Segment Start: DATASET

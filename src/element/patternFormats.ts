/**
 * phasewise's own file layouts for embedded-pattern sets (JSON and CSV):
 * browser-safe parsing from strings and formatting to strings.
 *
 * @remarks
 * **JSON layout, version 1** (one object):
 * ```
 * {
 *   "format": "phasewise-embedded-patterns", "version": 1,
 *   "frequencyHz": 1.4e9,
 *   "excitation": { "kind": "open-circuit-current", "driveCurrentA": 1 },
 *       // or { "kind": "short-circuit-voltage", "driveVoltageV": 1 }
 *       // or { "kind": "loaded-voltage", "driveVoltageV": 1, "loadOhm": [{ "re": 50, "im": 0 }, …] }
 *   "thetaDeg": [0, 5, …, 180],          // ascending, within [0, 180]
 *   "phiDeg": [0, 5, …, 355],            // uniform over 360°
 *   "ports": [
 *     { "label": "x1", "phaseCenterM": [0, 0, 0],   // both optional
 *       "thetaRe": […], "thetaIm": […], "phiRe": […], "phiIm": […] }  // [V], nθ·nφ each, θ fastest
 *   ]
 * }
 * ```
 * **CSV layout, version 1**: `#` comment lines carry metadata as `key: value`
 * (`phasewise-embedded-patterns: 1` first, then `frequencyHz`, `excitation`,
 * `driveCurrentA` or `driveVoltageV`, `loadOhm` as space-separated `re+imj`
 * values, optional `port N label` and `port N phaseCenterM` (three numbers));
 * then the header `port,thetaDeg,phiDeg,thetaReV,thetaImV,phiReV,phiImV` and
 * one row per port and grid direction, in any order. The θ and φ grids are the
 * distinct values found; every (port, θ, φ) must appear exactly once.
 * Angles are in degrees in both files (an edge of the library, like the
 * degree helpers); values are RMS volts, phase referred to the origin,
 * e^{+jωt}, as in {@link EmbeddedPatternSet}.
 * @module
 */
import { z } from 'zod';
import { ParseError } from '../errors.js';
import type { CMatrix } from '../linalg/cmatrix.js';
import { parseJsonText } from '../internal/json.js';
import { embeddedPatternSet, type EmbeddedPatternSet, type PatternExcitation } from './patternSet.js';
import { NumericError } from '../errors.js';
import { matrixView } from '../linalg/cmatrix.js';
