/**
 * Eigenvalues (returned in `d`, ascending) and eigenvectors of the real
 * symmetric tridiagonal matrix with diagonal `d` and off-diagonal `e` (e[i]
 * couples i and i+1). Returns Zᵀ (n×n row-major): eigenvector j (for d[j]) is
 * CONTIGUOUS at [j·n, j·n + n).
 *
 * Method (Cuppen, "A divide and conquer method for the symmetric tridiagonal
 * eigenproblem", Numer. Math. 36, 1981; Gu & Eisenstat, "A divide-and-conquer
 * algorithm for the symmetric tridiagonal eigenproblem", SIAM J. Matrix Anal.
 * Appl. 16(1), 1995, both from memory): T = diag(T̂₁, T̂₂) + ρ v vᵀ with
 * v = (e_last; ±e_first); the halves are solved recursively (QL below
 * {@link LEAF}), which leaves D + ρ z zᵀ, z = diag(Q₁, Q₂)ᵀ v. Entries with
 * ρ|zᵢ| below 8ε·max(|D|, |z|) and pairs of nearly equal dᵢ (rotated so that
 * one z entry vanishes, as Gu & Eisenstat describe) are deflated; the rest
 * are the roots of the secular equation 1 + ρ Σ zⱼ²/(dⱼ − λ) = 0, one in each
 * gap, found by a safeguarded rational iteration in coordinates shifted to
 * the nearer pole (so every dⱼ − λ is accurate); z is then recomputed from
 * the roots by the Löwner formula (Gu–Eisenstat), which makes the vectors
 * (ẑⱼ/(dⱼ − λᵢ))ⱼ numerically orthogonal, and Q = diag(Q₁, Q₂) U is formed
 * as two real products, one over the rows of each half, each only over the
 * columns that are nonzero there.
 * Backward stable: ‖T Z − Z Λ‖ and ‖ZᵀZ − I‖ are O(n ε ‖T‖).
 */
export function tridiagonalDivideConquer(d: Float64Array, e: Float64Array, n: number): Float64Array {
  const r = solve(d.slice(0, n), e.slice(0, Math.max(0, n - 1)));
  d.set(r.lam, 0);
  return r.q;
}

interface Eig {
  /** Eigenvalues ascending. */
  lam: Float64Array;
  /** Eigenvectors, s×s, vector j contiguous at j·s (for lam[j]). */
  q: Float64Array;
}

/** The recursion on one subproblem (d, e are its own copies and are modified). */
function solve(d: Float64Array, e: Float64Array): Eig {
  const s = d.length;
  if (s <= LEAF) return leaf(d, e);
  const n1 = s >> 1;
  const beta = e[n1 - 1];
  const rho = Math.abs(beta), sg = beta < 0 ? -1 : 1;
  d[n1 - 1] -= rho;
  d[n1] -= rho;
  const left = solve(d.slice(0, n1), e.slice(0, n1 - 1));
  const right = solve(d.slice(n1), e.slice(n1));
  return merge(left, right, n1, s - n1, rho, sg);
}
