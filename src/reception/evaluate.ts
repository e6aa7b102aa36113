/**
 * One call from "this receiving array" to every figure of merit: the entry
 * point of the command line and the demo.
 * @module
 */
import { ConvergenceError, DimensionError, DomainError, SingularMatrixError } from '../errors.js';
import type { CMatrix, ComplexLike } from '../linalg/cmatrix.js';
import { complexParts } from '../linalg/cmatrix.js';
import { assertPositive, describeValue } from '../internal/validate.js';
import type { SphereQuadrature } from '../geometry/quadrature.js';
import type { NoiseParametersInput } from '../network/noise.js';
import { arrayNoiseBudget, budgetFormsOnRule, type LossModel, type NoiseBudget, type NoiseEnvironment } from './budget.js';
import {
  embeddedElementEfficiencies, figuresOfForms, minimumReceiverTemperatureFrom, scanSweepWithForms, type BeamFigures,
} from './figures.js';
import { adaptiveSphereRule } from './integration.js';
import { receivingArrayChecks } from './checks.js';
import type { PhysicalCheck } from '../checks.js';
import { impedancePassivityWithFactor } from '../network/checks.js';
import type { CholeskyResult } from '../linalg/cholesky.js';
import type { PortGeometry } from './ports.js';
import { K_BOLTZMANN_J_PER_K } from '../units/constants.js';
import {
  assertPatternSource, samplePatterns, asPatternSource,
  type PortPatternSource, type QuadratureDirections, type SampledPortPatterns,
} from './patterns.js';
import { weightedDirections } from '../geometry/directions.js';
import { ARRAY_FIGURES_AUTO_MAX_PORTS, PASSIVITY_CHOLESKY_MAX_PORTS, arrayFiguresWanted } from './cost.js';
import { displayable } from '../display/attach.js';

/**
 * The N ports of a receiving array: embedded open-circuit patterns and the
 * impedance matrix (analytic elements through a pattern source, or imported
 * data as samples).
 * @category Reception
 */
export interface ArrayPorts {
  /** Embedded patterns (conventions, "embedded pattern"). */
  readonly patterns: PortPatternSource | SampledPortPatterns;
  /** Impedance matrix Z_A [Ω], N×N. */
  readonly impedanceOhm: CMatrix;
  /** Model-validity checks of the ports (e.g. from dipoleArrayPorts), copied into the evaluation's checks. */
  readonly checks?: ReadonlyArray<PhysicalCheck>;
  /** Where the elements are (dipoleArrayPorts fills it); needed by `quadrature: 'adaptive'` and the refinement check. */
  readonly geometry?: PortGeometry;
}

Segment End: DATASET

_EXERCISE DIRECTIONS_:
Could you restate, word for word, the lines above from the one with "only over the" to the one with "merit: the entry", both included?

_TASK RESPONSE_:
 * as two real products, one over the rows of each half, each only over the
 * columns that are nonzero there.
 * Backward stable: ‖T Z − Z Λ‖ and ‖ZᵀZ − I‖ are O(n ε ‖T‖).
 */
export function tridiagonalDivideConquer(d: Float64Array, e: Float64Array, n: number): Float64Array {
  const r = solve(d.slice(0, n), e.slice(0, Math.max(0, n - 1)));
  d.set(r.lam, 0);
  return r.q;
}

interface Eig {
  /** Eigenvalues ascending. */
  lam: Float64Array;
  /** Eigenvectors, s×s, vector j contiguous at j·s (for lam[j]). */
  q: Float64Array;
}

/** The recursion on one subproblem (d, e are its own copies and are modified). */
function solve(d: Float64Array, e: Float64Array): Eig {
  const s = d.length;
  if (s <= LEAF) return leaf(d, e);
  const n1 = s >> 1;
  const beta = e[n1 - 1];
  const rho = Math.abs(beta), sg = beta < 0 ? -1 : 1;
  d[n1 - 1] -= rho;
  d[n1] -= rho;
  const left = solve(d.slice(0, n1), e.slice(0, n1 - 1));
  const right = solve(d.slice(n1), e.slice(n1));
  return merge(left, right, n1, s - n1, rho, sg);
}
filename src/reception/evaluate.ts
repository e6aa7b102aa36113
/**
 * One call from "this receiving array" to every figure of merit: the entry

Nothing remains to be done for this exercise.